PROBLEM STATEMENT

The Titanic dataset predicts whether a passenger survived based on features like class, age, and gender. Your target variable is Survived (0 = did not survive, 1 = survived). The goal is to create a predictive model with better accuracy on unseen data.

Step 1: Install Required Libraries


In [1]:
!pip install pandas numpy matplotlib seaborn scikit-learn




Step 2: Download Titanic Dataset

Step 3: Import Required Libraries


In [2]:
import pandas as pd
import numpy as np
from sklearn.ensemble import RandomForestClassifier
from sklearn.model_selection import train_test_split


Step 4: Load and Preprocess Training Data

In [3]:
train_data = pd.read_csv('train.csv')


In [4]:
train_data['FamilySize'] = train_data['SibSp'] + train_data['Parch'] + 1

In [5]:
train_data['Title'] = train_data['Name'].str.extract(' ([A-Za-z]+)\.', expand=False)
title_mapping = {'Mr': 1, 'Miss': 2, 'Mrs': 3, 'Master': 4, 'Rare': 5}
train_data['Title'] = train_data['Title'].map(title_mapping)

In [6]:
train_data['Sex'] = train_data['Sex'].map({'male': 0, 'female': 1})
train_data['Embarked'] = train_data['Embarked'].map({'C': 0, 'Q': 1, 'S': 2})

In [7]:
train_data['Age'] = train_data['Age'].fillna(train_data['Age'].median())
train_data['Fare'] = train_data['Fare'].fillna(train_data['Fare'].median())
train_data['Embarked'] = train_data['Embarked'].fillna(train_data['Embarked'].mode()[0])

In [8]:
X = train_data.drop(['PassengerId', 'Name', 'Ticket', 'Cabin', 'Survived'], axis=1)
y = train_data['Survived']

Step 5: Train the Model

In [9]:
X_train, X_val, y_train, y_val = train_test_split(X, y, test_size=0.2, random_state=42)


In [10]:
final_model = RandomForestClassifier(n_estimators=100, random_state=42)
final_model.fit(X_train, y_train)

Step 6: Preprocess Test Data

In [11]:
test_data = pd.read_csv('test.csv')

test_data['FamilySize'] = test_data['SibSp'] + test_data['Parch'] + 1


test_data['Title'] = test_data['Name'].str.extract(' ([A-Za-z]+)\.', expand=False)
test_data['Title'] = test_data['Title'].map(title_mapping)

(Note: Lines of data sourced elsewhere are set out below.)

/**
 * What hands are to do: stocks, rounding to the balance, how far each weighing may be off, the order of steps; sets and titrations.
 *
 * <p>Stands on {@code design} and knows no files and no screens. Start with {@link org.hazewright.bench.Answer}; concentrations
 * become grams in {@link org.hazewright.bench.StockPlan}, grams become an order of work in {@link org.hazewright.bench.Steps}.
 */
package org.hazewright.bench;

test_data['Sex'] = test_data['Sex'].map({'male': 0, 'female': 1})
test_data['Embarked'] = test_data['Embarked'].map({'C': 0, 'Q': 1, 'S': 2})

test_data['Age'] = test_data['Age'].fillna(test_data['Age'].median())
test_data['Fare'] = test_data['Fare'].fillna(test_data['Fare'].median())

X_test = test_data.drop(['Name', 'Ticket', 'Cabin'], axis=1)


Step 7: Generate Predictions


In [12]:
predictions = final_model.predict(X_test.drop('PassengerId', axis=1))


Step 8: Create Submission File

In [13]:
submission = pd.DataFrame({
    'PassengerId': test_data['PassengerId'],
    'Survived': predictions
})

submission.to_csv('submission.csv', index=False)
print("Submission file created successfully!")


Submission file created successfully!


In [14]:
y_pred = final_model.predict(X_val)

from sklearn.metrics import accuracy_score
accuracy = accuracy_score(y_val, y_pred)
print(f"Accuracy on validation data: {accuracy * 100:.2f}%")


Accuracy on validation data: 83.24%